What is the next step for determining convergence or divergence of this series?

[whatlifeforme]

Homework Statement

determine either absolute convergence, conditional convergence, or divergence for the series.

Homework Equations

\displaystyle \sum^{∞}_{n=1} (-1)^n \frac{6n^8 + 3}{3n^5 + 3}

The Attempt at a Solution

I cannot use the alternating series test since the function is increasing not decreasing.What should i do next?

 

[Mark44]

Homework Statement

determine either absolute convergence, conditional convergence, or divergence for the series.

Homework Equations

\displaystyle \sum^{∞}_{n=1} (-1)^n \frac{6n^8 + 3}{3n^5 + 3}

The Attempt at a Solution

I cannot use the alternating series test since the function is increasing not decreasing.What should i do next?

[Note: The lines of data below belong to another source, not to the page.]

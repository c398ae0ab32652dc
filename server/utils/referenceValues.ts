/**
 * The published values a canner relies on, read for comparison before and after a change (a
 * reference version shipped with the code, or a site admin's edit of a shared recipe), so that
 * every change becomes a line a saved plan and the recipe's history can show.
 */
import { and, eq, inArray, isNotNull } from 'drizzle-orm'
import * as t from '~~/server/database/schema'
import type { Tx } from './database'

export interface Change { recipeId: string | null, what: string }
type Value = { recipeId: string | null, label: string, value: string, wordy?: boolean }
export type ReferenceValues = Map<string, Value>

const ft = (n: number) => n.toLocaleString('en-US')

/** The values a canner relies on, as this database holds them, keyed for comparison. */
export async function referenceValues(tx: Tx): Promise<ReferenceValues> {
  const [jars, goods, specs, bands, recipes] = await Promise.all([
    tx.select().from(t.jarSizes),
    tx.select().from(t.ingredients),
    tx.select().from(t.recipeJarSpecs),
    tx.select().from(t.recipePressureBands),
    tx.select().from(t.recipes),
  ])
  const values: ReferenceValues = new Map()
  const name = (id: string) => recipes.find(r => r.id === id)?.name ?? id
  for (const j of jars) {
    values.set(`jar:${j.id}:capacity`, { recipeId: null, label: `${j.name}: capacity`, value: `${j.capacityMl} mL` })
    values.set(`jar:${j.id}:size`, { recipeId: null, label: `${j.name}: outside size`, value: `${j.outsideDiameterMm} × ${j.heightMm} mm` })
  }
  for (const g of goods) {
    values.set(`ingredient:${g.id}:cup`, { recipeId: null, label: `${g.name}: weight of a cup`, value: `${g.gramsPerCup} g` })
    values.set(`ingredient:${g.id}:swell`, { recipeId: null, label: `${g.name}: swell`, value: `×${g.expansionRatio}` })
  }
  for (const r of recipes) {
    const basis = recipes.find(b => b.id === r.basedOnRecipeId)
    const set = (key: string, label: string, value: string, wordy = false) => values.set(`recipe:${r.id}:${key}`, { recipeId: r.id, label: `${r.name}: ${label}`, value, wordy })
    set('name', 'name', r.name)
    set('pack', 'pack, headspace and fill', `${r.packStyle} pack, ${r.headspaceMm} mm headspace, fill basis ${r.fillBasis}, solids up to ${r.solidsFillFraction}`)
    set('ingredient', 'bean', r.ingredientId)
    set('source', 'source', r.source)
    set('steps', 'steps', r.steps, true)
    set('summary', 'summary', r.summary, true)
    set('caution', 'caution', r.caution ?? '', true)
    set('prep', 'preparation', r.prep ? `soak: ${r.prep.soak}; ${r.prep.cook ? `${r.prep.cook.label}, ${r.prep.cook.minutes} min` : 'no cooking'}` : 'none given')
    // A house recipe follows its tested basis out of the library; the admin's reason goes with the change.
    set('retired', 'status', r.retiredAt ? 'retired' : basis?.retiredAt ? `its tested basis ${basis.name} retired` : 'in the library')
  }
  for (const s of specs) {
    values.set(`spec:${s.recipeId}:${s.sizeKey}`, { recipeId: s.recipeId, label: `${name(s.recipeId)}, ${s.sizeKey}: process time, dry amount, salt`, value: `${s.processMinutes ?? '—'} min, ${s.dryGrams ?? '—'} g, ${s.saltTsp ?? '—'} tsp` })
  }
  for (const b of bands) {
    values.set(`band:${b.recipeId}:${b.gaugeType}:${b.minFt}`, { recipeId: b.recipeId, label: `${name(b.recipeId)}, ${b.gaugeType} gauge from ${ft(b.minFt)} ft`, value: `${b.psi} psi up to ${ft(b.maxFt)} ft` })
  }
  return values
}

/** One line per value that changed, was removed or (when `before` held anything) was added. */
export function changesBetween(before: ReferenceValues, after: ReferenceValues): Change[] {
  const changes: Change[] = []
  const show = (v: Value) => (v.wordy ? (v.value ? 'text' : 'none') : v.value)
  for (const [key, old] of before) {
    const now = after.get(key)
    if (!now) changes.push({ recipeId: old.recipeId, what: `${old.label}: ${show(old)} removed` })
    else if (now.value !== old.value) changes.push({ recipeId: old.recipeId, what: old.wordy ? `${old.label} rewritten` : `${old.label}: ${old.value} → ${now.value}` })
  }
  // A row new to a database that already held the reference data is a change too.
  if (before.size) {
    for (const [key, now] of after) if (!before.has(key)) changes.push({ recipeId: now.recipeId, what: `${now.label}: ${show(now)} added` })
  }
  return changes
}

/**
 * House recipes borrow a tested recipe's process table: they take its corrected minutes and
 * pressure bands too (their own dry amounts and salt stay theirs).
 */
export async function followBasis(tx: Tx, publishedIds: string[]): Promise<void> {
  const house = await tx.select({ id: t.recipes.id, basis: t.recipes.basedOnRecipeId }).from(t.recipes)
    .where(and(isNotNull(t.recipes.householdId), inArray(t.recipes.basedOnRecipeId, publishedIds)))
  if (!house.length) return
  const specs = await tx.select().from(t.recipeJarSpecs).where(inArray(t.recipeJarSpecs.recipeId, publishedIds))
  const bands = await tx.select().from(t.recipePressureBands).where(inArray(t.recipePressureBands.recipeId, publishedIds))
  for (const recipe of house) {
    for (const spec of specs.filter(s => s.recipeId === recipe.basis)) {
      await tx.update(t.recipeJarSpecs).set({ processMinutes: spec.processMinutes })
        .where(and(eq(t.recipeJarSpecs.recipeId, recipe.id), eq(t.recipeJarSpecs.sizeKey, spec.sizeKey)))
    }
    await tx.delete(t.recipePressureBands).where(eq(t.recipePressureBands.recipeId, recipe.id))
    const own = bands.filter(b => b.recipeId === recipe.basis).map(b => ({ ...b, recipeId: recipe.id }))
    if (own.length) await tx.insert(t.recipePressureBands).values(own)
  }
}
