import type { H3Event } from 'h3'
import { and, eq, isNull, sql } from 'drizzle-orm'
import { RESET_LINK_MINUTES } from '~~/utils/defaults'
import { serverNow } from './clock'
import type { Database } from './database'
import { escapeHtml, mailMode, publicUrl, sendMail } from './mail'
import { hashLinkToken, newLinkToken } from './tokens'

export const RESET_SENT = `If an account uses that address, it has been sent a link to choose a new password. The link works once, within ${RESET_LINK_MINUTES} minutes.`

/**
 * Ask for a reset link. The answer is the same for every address, and the link is made and sent
 * after the answer, so neither the words nor the time tell whether the address has an account.
 */
export async function requestReset(event: H3Event, db: Database, email: string) {
  if (mailMode() === 'off') unavailable('E-mail is not set up on this server, so no reset link can be sent. Ask the person who runs it.')
  const [user] = await db.select({ id: tables.users.id, email: tables.users.email, name: tables.users.name })
    .from(tables.users).where(sql`lower(${tables.users.email}) = ${email}`)
  if (user) {
    const work = sendResetLink(db, user).catch(error => console.error('[shelfstead] Password reset mail failed:', error))
    event.waitUntil?.(work)
  }
  return { message: RESET_SENT }
}

async function sendResetLink(db: Database, user: { id: string, email: string, name: string }) {
  const { token, hash } = newLinkToken()
  const now = serverNow()
  await db.insert(tables.passwordResets).values({ userId: user.id, tokenHash: hash, createdAt: now, expiresAt: new Date(now.getTime() + RESET_LINK_MINUTES * 60_000) })
  const link = `${publicUrl()}/reset/${token}`
  const text = [
    `Someone (we hope you, ${user.name}) asked to choose a new Shelfstead password for ${user.email}.`,
    '',
    `Choose it here; the link works once, within ${RESET_LINK_MINUTES} minutes:`,
    link,
    '',
    'Choosing a new password signs you out on every other device.',
    'If you did not ask, ignore this e-mail: your password stays as it is.',
  ].join('\n')
  const html = `<p>Someone (we hope you, ${escapeHtml(user.name)}) asked to choose a new Shelfstead password for ${escapeHtml(user.email)}.</p>`
    + `<p><a href="${escapeHtml(link)}">Choose a new password</a> (the link works once, within ${RESET_LINK_MINUTES} minutes).</p>`
    + '<p>Choosing a new password signs you out on every other device. If you did not ask, ignore this e-mail: your password stays as it is.</p>'
  await sendMail({ to: [user.email], subject: 'Choose a new Shelfstead password', text, html })
}

export type ResetLinkStatus = 'open' | 'expired' | 'used' | 'unknown'

export async function resetLinkStatus(db: Database, token: string): Promise<ResetLinkStatus> {
  const [row] = await db.select().from(tables.passwordResets).where(eq(tables.passwordResets.tokenHash, hashLinkToken(token)))
  if (!row) return 'unknown'
  if (row.usedAt) return 'used'
  return row.expiresAt <= serverNow() ? 'expired' : 'open'
}

const DEAD_LINK = {
  unknown: 'That reset link is not one we sent, or it was replaced by a newer one. Ask for a new link from the sign-in page.',
  used: 'That reset link was already used. If you still cannot sign in, ask for a new link from the sign-in page.',
  expired: `That reset link has expired (links last ${RESET_LINK_MINUTES} minutes). Ask for a new one from the sign-in page.`,
}

/** Set a new password with a reset link: single use, ends every session of the person, and signs them in here. */
export async function resetPassword(db: Database, token: string, password: string) {
  const passwordHash = await hashPassword(password)
  return db.transaction(async (tx) => {
    const [row] = await tx.select().from(tables.passwordResets).where(eq(tables.passwordResets.tokenHash, hashLinkToken(token))).for('update')
    const now = serverNow()
    const status: ResetLinkStatus = !row ? 'unknown' : row.usedAt ? 'used' : row.expiresAt <= now ? 'expired' : 'open'
    if (status !== 'open') badInput('token', DEAD_LINK[status])
    await tx.update(tables.users).set({ passwordHash, updatedAt: now }).where(eq(tables.users.id, row!.userId))
    // This link and every other open one of the person stop working.
    await tx.update(tables.passwordResets).set({ usedAt: now })
      .where(and(eq(tables.passwordResets.userId, row!.userId), isNull(tables.passwordResets.usedAt)))
    await endSessionsOf(tx, row!.userId)
    const [user] = await tx.select().from(tables.users).where(eq(tables.users.id, row!.userId))
    return user!
  })
}
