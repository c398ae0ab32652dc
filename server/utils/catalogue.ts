import { and, asc, eq, inArray, isNull, or } from 'drizzle-orm'
import { sharedReference } from './referenceCache'
import { jarsPerMonthByProduct } from '~~/utils/after'
import type { Canner, Catalogue, HouseholdSettings, PriceItem, Recipe, RecipePrep } from '~~/utils/planning'
import type { Currency } from '~~/utils/vocabulary'
import { FUTURE_GAUGE_TEST } from '~~/utils/schemas/catalogue'
import type { Database } from './database'

/** Recipes a household may use: the shared library plus its own house recipes. */
export function visibleRecipes(householdId: string) {
  return or(isNull(tables.recipes.householdId), eq(tables.recipes.householdId, householdId))
}

type RecipeRow = typeof tables.recipes.$inferSelect
const day = (d: Date) => d.toISOString().slice(0, 10)
const why = (reason: string | null) => (reason ?? 'no reason given').replace(/[\s.]+$/, '')

/** Why a recipe may not be planned: it, or the tested recipe it borrows from, left the shared library. */
function retiredSentence(row: RecipeRow, basis: RecipeRow | undefined): string | undefined {
  if (row.retiredAt) return `${row.name} was retired from the shared library on ${day(row.retiredAt)}: ${why(row.retiredReason)}.`
  if (basis?.retiredAt) return `${row.name} borrows its time and pressure from ${basis.name}, which was retired from the shared library on ${day(basis.retiredAt)}: ${why(basis.retiredReason)}.`
  return undefined
}

/** A dry pack is only sorted and rinsed; household practice, no published source. */
const DRY_PACK_PREP: RecipePrep = { soak: 'none', cook: null, source: 'Dry pack, household practice: sort and rinse, then measure into jars (no soak)' }

/** A household's house recipe prepares as its pack says: a dry pack is rinsed, anything else as its tested basis. */
function prepOf(row: RecipeRow, basis: RecipeRow | undefined): RecipePrep | null {
  if (row.prep || row.householdId === null) return row.prep
  return row.packStyle === 'dry' ? DRY_PACK_PREP : basis?.prep ?? null
}

/**
 * Read the reference data into the planning computation's shapes. Recipe rows keep their
 * descriptive fields (source, summary, caution …) beside the planning fields.
 */
export async function loadCatalogue(db: Database, householdId: string) {
  // The published rows from memory (sharedReference checks their version); the house recipes read each time.
  const [shared, houseRows] = await Promise.all([
    sharedReference(db),
    db.select().from(tables.recipes).where(eq(tables.recipes.householdId, householdId)),
  ])
  const houseIds = houseRows.map(r => r.id)
  const [houseSpecs, houseBands] = houseIds.length
    ? await Promise.all([
        db.select().from(tables.recipeJarSpecs).where(inArray(tables.recipeJarSpecs.recipeId, houseIds)),
        db.select().from(tables.recipePressureBands).where(inArray(tables.recipePressureBands.recipeId, houseIds)),
      ])
    : [[], []]
  const recipeRows = [...shared.recipes, ...houseRows]
    .sort((a, b) => (a.status === b.status ? a.name.localeCompare(b.name) : a.status < b.status ? -1 : 1))
  const specs = [...shared.specs, ...houseSpecs]
  const bands = [...shared.bands, ...houseBands]
  const jarRows = shared.jarSizes
  const ingredientRows = shared.ingredients

  const recipes = recipeRows.map(row => ({
    ...row,
    caution: row.caution ?? undefined,
    retired: retiredSentence(row, recipeRows.find(b => b.id === row.basedOnRecipeId)),
    prep: prepOf(row, recipeRows.find(b => b.id === row.basedOnRecipeId)),
    perJar: specs.filter(s => s.recipeId === row.id && (s.dryGrams !== null || s.saltTsp !== null))
      .map(s => ({ jarKey: s.sizeKey, dryGrams: s.dryGrams ?? undefined, saltTsp: s.saltTsp ?? undefined })),
    processMinutes: specs.filter(s => s.recipeId === row.id && s.processMinutes !== null)
      .map(s => ({ jarKey: s.sizeKey, minutes: s.processMinutes! })),
    pressureBands: bands.filter(b => b.recipeId === row.id)
      .map(b => ({ gaugeType: b.gaugeType, minFt: b.minFt, maxFt: b.maxFt, psi: b.psi, source: b.source })),
  }))
  const catalogue: Catalogue = {
    recipes: recipes satisfies Recipe[],
    jarSizes: jarRows.map(j => ({ ...j, key: j.sizeKey })),
    ingredients: ingredientRows.map(i => ({ ...i, source: i.gramsPerCupSource })),
  }
  return { catalogue, recipes, jarSizes: [...jarRows], ingredients: [...ingredientRows] }
}

export function toPlanningCanner(row: typeof tables.canners.$inferSelect): Canner {
  return {
    id: row.id,
    name: row.name,
    innerDiameterMm: row.innerDiameterMm,
    usableHeightMm: row.usableHeightMm,
    rackThicknessMm: row.rackThicknessMm,
    gaugeType: row.gaugeType,
    maxLayers: row.maxLayers,
    waterDepthMm: row.waterDepthMm,
    lastGaugeTestAt: row.lastGaugeTestAt,
  }
}

export async function loadCanners(db: Database, householdId: string) {
  return db.select().from(tables.canners)
    .where(eq(tables.canners.householdId, householdId))
    .orderBy(asc(tables.canners.name))
}

function toPriceItem(row: typeof tables.priceItems.$inferSelect): PriceItem | null {
  switch (row.kind) {
    case 'ingredient':
      return row.ingredientId && row.packageGrams ? { kind: 'ingredient', ingredientId: row.ingredientId, packageGrams: row.packageGrams, priceCents: row.priceCents } : null
    case 'salt':
      return row.packageGrams ? { kind: 'salt', packageGrams: row.packageGrams, priceCents: row.priceCents } : null
    case 'lid':
      return row.packCount ? { kind: 'lid', jarMouth: row.mouth ?? undefined, jarSizeId: row.jarSizeId ?? undefined, packCount: row.packCount, priceCents: row.priceCents } : null
    case 'jar':
      return row.jarSizeId && row.packCount ? { kind: 'jar', jarSizeId: row.jarSizeId, packCount: row.packCount, priceCents: row.priceCents } : null
    case 'vinegar':
      return row.packageMl ? { kind: 'vinegar', packageMl: row.packageMl, priceCents: row.priceCents } : null
  }
}

/** The household's settings, prices and empty jars in the planning computation's shape. */
/** The household's today; a gauge test dated after it is refused, naming the field. */
export async function cannerToday(db: Database, householdId: string, lastGaugeTestAt?: string | null): Promise<string> {
  const today = householdToday(await householdTimeZone(db, householdId))
  if (lastGaugeTestAt && lastGaugeTestAt > today) badInput('lastGaugeTestAt', FUTURE_GAUGE_TEST)
  return today
}

/** The household's time zone: its dates ("today", a month, a best-by) are read in it. */
export async function householdTimeZone(db: Database, householdId: string): Promise<string> {
  const [household] = await db.select({ timeZone: tables.households.timeZone }).from(tables.households).where(eq(tables.households.id, householdId))
  if (!household) notFound('No such household.')
  return household.timeZone
}

export async function loadHouseholdSettings(db: Database, householdId: string): Promise<HouseholdSettings & { name: string, timeZone: string, currency: Currency }> {
  const [household] = await db.select().from(tables.households).where(eq(tables.households.id, householdId))
  if (!household) notFound('No such household.')
  const [prices, stock, dryGoods, eaten] = await Promise.all([
    db.select().from(tables.priceItems).where(eq(tables.priceItems.householdId, householdId)),
    db.select().from(tables.jarStock).where(eq(tables.jarStock.householdId, householdId)),
    db.select().from(tables.dryGoodsStock).where(eq(tables.dryGoodsStock.householdId, householdId)),
    jarsEatenByRecipe(db, householdId, household.timeZone),
  ])
  return {
    name: household.name,
    timeZone: household.timeZone,
    currency: household.currency,
    altitudeFt: household.altitudeFt,
    unitSystem: household.unitSystem,
    storeCanPriceCents: household.storeCanPriceCents,
    storeCan: { basis: household.storeCanBasis, amount: household.storeCanAmount },
    jarUses: household.jarUses,
    coolDownMinutes: { pint: household.coolDownPintMinutes, quart: household.coolDownQuartMinutes },
    jarsOwned: stock.map(s => ({ jarSizeId: s.jarSizeId, count: s.count })),
    dryGoodsOnHand: dryGoods.filter(g => g.grams > 0).map(g => ({ ingredientId: g.ingredientId, grams: g.grams })),
    jarsEatenPerMonth: eaten,
    prices: prices.map(toPriceItem).filter((p): p is PriceItem => p !== null),
  }
}

/**
 * Jars taken off the Shelf as eaten (not corrections, not undone), as the Pantry board's
 * "What you eat" reads them: every product's jars a month over the last 12 months.
 */
export async function jarsEatenRows(db: Database, householdId: string) {
  return db.select({
    movedAt: tables.shelfMovements.movedAt, jars: tables.shelfMovements.jars,
    product: tables.shelfLots.product, recipeId: tables.shelfLots.recipeId, jarSizeId: tables.shelfLots.jarSizeId,
  })
    .from(tables.shelfMovements).innerJoin(tables.shelfLots, eq(tables.shelfLots.id, tables.shelfMovements.lotId))
    .where(and(eq(tables.shelfMovements.householdId, householdId), isNull(tables.shelfMovements.undoneAt), eq(tables.shelfMovements.kind, 'taken')))
}

/** What the household eats, by recipe: jars a month summed over the recipe's products and jar sizes. */
async function jarsEatenByRecipe(db: Database, householdId: string, zone: string) {
  const rows = await jarsEatenRows(db, householdId)
  const perProduct = jarsPerMonthByProduct(rows.map(m => ({ at: m.movedAt, jars: m.jars, key: `${m.product}|${m.jarSizeId}`, product: m.product, recipeId: m.recipeId, jarSizeId: m.jarSizeId })), serverNow(), zone)
  const byRecipe = new Map<string, number>()
  for (const p of perProduct) if (p.recipeId) byRecipe.set(p.recipeId, (byRecipe.get(p.recipeId) ?? 0) + p.jarsPerMonth)
  return [...byRecipe].map(([recipeId, jarsPerMonth]) => ({ recipeId, jarsPerMonth }))
}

Since the sequence (apart from the (-1)ⁿ factor) is increasing, doesn't that give you a hint as to what the series is doing? It might help to write a few terms in the series.

 

[whatlifeforme]

can i use the divergence test?

 

[Infrared]

Yep, it diverges since its terms do not approach zero.

 

[whatlifeforme]

Yep, it diverges since its terms do not approach zero.

thanks.